Bibliographic record
Abstract
INTRODUCTION: The Lund-MacKay score (LMS) correlates poorly with chronic rhinosinusitis (CRS) symptom severity. Patients with CRS also tend to report relatively lower levels of mental wellbeing. Our purpose was to determine if there is a correlation between socio-economic status (SES) and CRS severity as measured by the LMS, and if there is an association between depression symptoms and the severity of CRS using the LMS. METHODS: A total of 127 patients diagnosed with CRS were prospectively recruited and assessed with a sinonasal assessment questionnaire (SNAQ-11), and the Patient Health Questionnaire (PHQ-9) for depression. Each patient`s education level, family income, and smoking behavior were determined. The sinus CT scan was scored using the LMS. The data were analyzed using ordinary least squares (OLS) regression techniques. RESULTS: Having a highschool education or less was associated with higher SNAQ-11 scores while being a daily smoker was associated with higher SNAQ-11 scores.
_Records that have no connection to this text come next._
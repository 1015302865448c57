import { redirect, type RequestEvent } from '@sveltejs/kit';
import { fail, superValidate } from 'sveltekit-superforms';
import { zod4 } from 'sveltekit-superforms/adapters';
import { z } from 'zod';
import type { Actor, PersonId } from '$lib/domain/actor';
import { Conflict, Invalid } from '$lib/domain/faults';
import { takeStepUp } from '$lib/server/auth/step-up';
import type { Ctx } from '$lib/server/context';
import { refuseWith } from '$lib/server/http/faults';
import { serve, signedIn } from '$lib/server/http/serve';
import { submit } from '$lib/server/http/submit';
import { editModel } from '$lib/server/register/model';
import { assignValidator, releaseValidator } from '$lib/server/register/parties';
import { changeTeam, prepareTeamChange, type TeamChange } from '$lib/server/register/team';
import { agreeOverride, confirmTier, proposeOverride } from '$lib/server/register/tier';
import type { Actions, PageServerLoad } from './$types';
import { sheetPage } from './sheet';

const editForm = z.object({
	name: z.string(),
	purpose: z.string(),
	portfolio: z.string(),
	/** Separated by commas. */
	uses: z.string(),
	materiality: z.string(),
	complexity: z.string()
});

export const load: PageServerLoad = (event) =>
	serve(event, async (ctx, actor) => {
		const page = sheetPage(ctx, actor, event.params.model);
		const sheet = page.whole?.sheet;
		const score = (question: string): string =>
			String(sheet?.answers.find((answer) => answer.question === question)?.score ?? '');
		return {
			...page,
			edit: await superValidate(
				{
					name: sheet?.name ?? '',
					purpose: sheet?.purpose ?? '',
					portfolio: sheet?.portfolio ?? '',
					uses: sheet?.uses.join(', ') ?? '',
					materiality: score('materiality'),
					complexity: score('complexity')
				},
				zod4(editForm),
				{ errors: false }
			)
		};
	});

type Sheet = RequestEvent<{ model: string }>;

/** A small act of one button: what cannot be done now comes back as a sentence beside it. */
const act = async (event: Sheet, work: (ctx: Ctx, actor: Actor, sent: FormData) => void) => {
	const sent = await event.request.formData();
	const actor = signedIn(event);
	try {
		work(event.locals.ctx, actor, sent);
	} catch (fault) {
		if (fault instanceof Invalid || fault instanceof Conflict) return fail(400, { said: fault.message });
		return refuseWith(event, fault);
	}
	return redirect(303, event.url.pathname);
};

const text = (sent: FormData, name: string): string => String(sent.get(name) ?? '');

export const actions: Actions = {
	edit: async (event) => {
		const form = await superValidate(event.request, zod4(editForm));
		const answer = await submit(event, form, (ctx, actor, { uses, ...said }) => {
			editModel(ctx, actor, event.params.model, {
				...said,
				uses: uses
					.split(',')
					.map((use) => use.trim())
					.filter((use) => use !== ''),
				materiality: Number(said.materiality),
				complexity: Number(said.complexity)
			});
			return true as const;
		});
		if (answer !== true) return answer;
		redirect(303, event.url.pathname);
	},
	assign: (event) =>
		act(event, (ctx, actor, sent) =>
			assignValidator(ctx, actor, { model: event.params.model, person: text(sent, 'person') as PersonId })
		),
	release: (event) =>
		act(event, (ctx, actor, sent) =>
			releaseValidator(ctx, actor, { model: event.params.model, person: text(sent, 'person') as PersonId })
		),
	confirm: (event) =>
		act(event, (ctx, actor, sent) =>
			confirmTier(ctx, actor, { model: event.params.model, tier: Number(text(sent, 'tier')) })
		),
	override: (event) =>
		act(event, (ctx, actor, sent) =>
			proposeOverride(ctx, actor, {
				model: event.params.model,
				tier: Number(text(sent, 'tier')),
				reason: text(sent, 'reason')
			})
		),
	/** Builds the statement that an admin signs to appoint or end an owner or developer. */
	prepare: async (event) => {
		const sent = await event.request.formData();
		const actor = signedIn(event);
		const { ctx } = event.locals;
		const kind: TeamChange = text(sent, 'kind') === 'end' ? 'end' : 'start';
		const appointment = {
			model: event.params.model,
			person: text(sent, 'person'),
			relation: text(sent, 'relation') as 'owner'
		};
		try {
			const { challenge, code, options } = await prepareTeamChange(ctx, actor, kind, appointment);
			const name = ctx.people.names([appointment.person as PersonId]).get(appointment.person) ?? '';
			const words = [
				kind === 'start'
					? `I appoint ${name} as ${appointment.relation} of ${appointment.model}.`
					: `${name} is no longer ${appointment.relation} of ${appointment.model}.`
			];
			return { statement: { challenge, code, options, words, fields: [{ name: 'kind', value: kind }] } };
		} catch (fault) {
			if (fault instanceof Invalid || fault instanceof Conflict) return fail(400, { said: fault.message });
			return refuseWith(event, fault);
		}
	},
	sign: async (event) => {
		const sent = await event.request.formData();
		const actor = signedIn(event);
		const { ctx } = event.locals;
		try {
			const answer = { challenge: text(sent, 'challenge'), response: text(sent, 'response') };
			const signed = await takeStepUp(ctx, actor, answer);
			changeTeam(ctx, actor, text(sent, 'kind') === 'end' ? 'end' : 'start', signed);
		} catch (fault) {
			if (fault instanceof Invalid || fault instanceof Conflict) return fail(400, { said: fault.message });
			return refuseWith(event, fault);
		}
		redirect(303, event.url.pathname);
	},
	agree: (event) => act(event, (ctx, actor) => agreeOverride(ctx, actor, event.params.model))
};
There was no significant relationship between educational attainment, financial income or daily smoking and sinus CT score. Including depression scores in the SNAQ-11, regression equations indicated a significant and positive relationship between depression severity and SNAQ-11 score. CRS with polyps was negatively associated with SNAQ-11 scores but, as expected, it was positively associated with a higher LMS. CONCLUSIONS: Lower SES status is a negative modifying factor of subjective CRS severity but it has no impact on the LMS. Depression symptoms are associated with increased subjective CRS severity but they have no effect on the LMS. How SES and depression impact on a patient`s self-reported disease severity requires further study.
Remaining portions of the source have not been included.